Su discurso, lejos de la tibieza, golpea directamente a los dos grandes partidos tradicionales —Partido Popular y PSOE— a los que acusa sin rodeos de mantener un pacto tácito que, según él, termina perjudicando a los ciudadanos.
Esta entrevista no solo es una conversación política.
Es un retrato de una forma de entender el poder, la gestión pública y el papel de los partidos en una comunidad autónoma que, según Gavira, lleva décadas atrapada en un sistema que no cambia.

De votante ocasional a líder político
El recorrido personal de Gavira no sigue el guion clásico del político de carrera. Él mismo lo reconoce sin complejos: durante años, su relación con las urnas fue esporádica, casi distante.
“Yo votaba muy poco, con sinceridad”, admite. “Era uno de esos andaluces que participaban en muy contadas ocasiones”.
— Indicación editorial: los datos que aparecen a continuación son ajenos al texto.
import 'server-only';
import type { adjustmentSchema } from '@/lib/api/dto/billing';
import type { z } from 'zod';
import { Op, type InferAttributes } from 'sequelize';
import { audit } from '@/lib/audit';
import type { Actor } from '@/lib/auth';
import { inTransaction } from '@/lib/db';
import { BillingAdjustment, Invoice, InvoiceLine, Membership, User } from '@/models';
import { assertMember } from './invoices';
import { assertPeriodOpen, lockCoopBilling } from './locks';
import { cents } from './cents';
import { currentPeriod, dateToPeriod, periodToDate } from './periods';

export type AdjustmentDTO = z.infer<typeof adjustmentSchema>;

/**
 * Adds a charge (positive) or credit (negative) to a member's next invoice — the way to correct
 * anything in a closed month. `period` defaults to the current month; a closed month is refused.
 */
export async function createAdjustment(
  actor: Actor,
  input: { memberId: number; amountCents: number; description: string; period?: string },
): Promise<AdjustmentDTO> {
  const coopId = actor.coop.id;
  const period = input.period ?? currentPeriod(actor.coop.timezone);
  const id = await inTransaction(async (t) => {
    await lockCoopBilling(t, coopId);
    await assertMember(coopId, input.memberId, t);
    await assertPeriodOpen(coopId, periodToDate(period), t);
    const row = await BillingAdjustment.create(
      {
        coopId,
        membershipId: input.memberId,
        amountCents: input.amountCents,
        description: input.description,
        period: periodToDate(period),
        createdByUserId: actor.user.id,
      },
      { transaction: t },
    );
    await audit(
      {
        coopId,
        actorUserId: actor.user.id,
        action: 'billing.adjustment.create',
        entityType: 'billing_adjustment',
        entityId: row.id,
        after: { ...input, period },
      },
      t,
    );
    return row.id;
  });
  const [a] = await listAdjustments(coopId, { id });
  return a!;
}

/** An adjustment as listed: its columns, the member's name and the month of the issued invoice that billed it. */
type AdjustmentListRow = Pick<
  InferAttributes<BillingAdjustment>,
  'id' | 'membershipId' | 'amountCents' | 'description' | 'period'
> & {
  membership: { user: Pick<InferAttributes<User>, 'name'> };
  billedLine: { id: InferAttributes<InvoiceLine>['id'] | null; invoice: Pick<InferAttributes<Invoice>, 'period'> };
};

/** Adjustments of the co-op, newest first (at most 200); by default only those not billed yet. */
export async function listAdjustments(
  coopId: number,
  f: { id?: number; pendingOnly?: boolean } = {},
): Promise<AdjustmentDTO[]> {
  const rows = (await BillingAdjustment.findAll({
    attributes: ['id', 'membershipId', 'amountCents', 'description', 'period'],
    where: {
      coopId,
      ...(f.id ? { id: f.id } : {}),
      // Not billed: no unreleased line of an issued invoice names it (a draft's line does not count).
      ...(f.pendingOnly ? { '$billedLine.id$': null } : {}),
    },
    include: [
      {
        model: Membership,
        as: 'membership',
        attributes: [],
        required: true,
        include: [{ model: User, as: 'user', attributes: ['name'], required: true }],
      },
      {
        model: InvoiceLine,
        as: 'billedLine',
        attributes: ['id'],
        required: false,
        where: { released: false },
        include: [
          {
            model: Invoice,
            as: 'invoice',
            attributes: ['period'],
            required: true,
            where: { status: { [Op.ne]: 'draft' } },
          },
        ],
      },
    ],
    order: [['id', 'DESC']],
    limit: 200,
    subQuery: false,
    raw: true,
    nest: true,
  })) as unknown as AdjustmentListRow[];
  return rows.map((r) => ({
    id: r.id,
    memberId: r.membershipId,
    memberName: r.membership.user.name,
    amountCents: cents(r.amountCents),
    description: r.description,
    period: dateToPeriod(r.period),
    billedOn: r.billedLine.id === null ? null : dateToPeriod(r.billedLine.invoice.period),
  }));
}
Este distanciamiento inicial con la política activa no le impidió desarrollar una visión crítica del sistema. De hecho, su entrada en Vox en 2014 marca un punto de inflexión radical. A partir de ese momento, su implicación no solo crece, sino que se convierte en total.
Encabezó listas electorales, participó en campañas en momentos especialmente difíciles para su formación —cuando aún era marginal— y se mantuvo firme durante lo que él mismo define como una “travesía del desierto” entre 2014 y 2018.
El factor Abascal: convicción y liderazgo
Uno de los momentos más reveladores de la entrevista llega cuando Gavira recuerda el instante que consolidó su compromiso político: un acto en El Puerto de Santa María.
Allí, según relata, percibió algo que marcaría su trayectoria: la determinación de Santiago Abascal.
“Me acuerdo perfectamente de la mirada, de la claridad de ideas. Esa determinación fue lo que me hizo seguir”, explica.
Para Gavira, esa firmeza no solo define a su líder, sino que representa lo que, en su opinión, falta en otros partidos: coherencia, dirección clara y compromiso sin matices.
“Estoy a disposición del partido”: disciplina y estructura
Lejos de proyectar una imagen de ambición personal, Gavira insiste en un concepto clave: la subordinación al proyecto colectivo.
“Estoy a disposición de mi partido, de mi presidente y del comité ejecutivo”, afirma.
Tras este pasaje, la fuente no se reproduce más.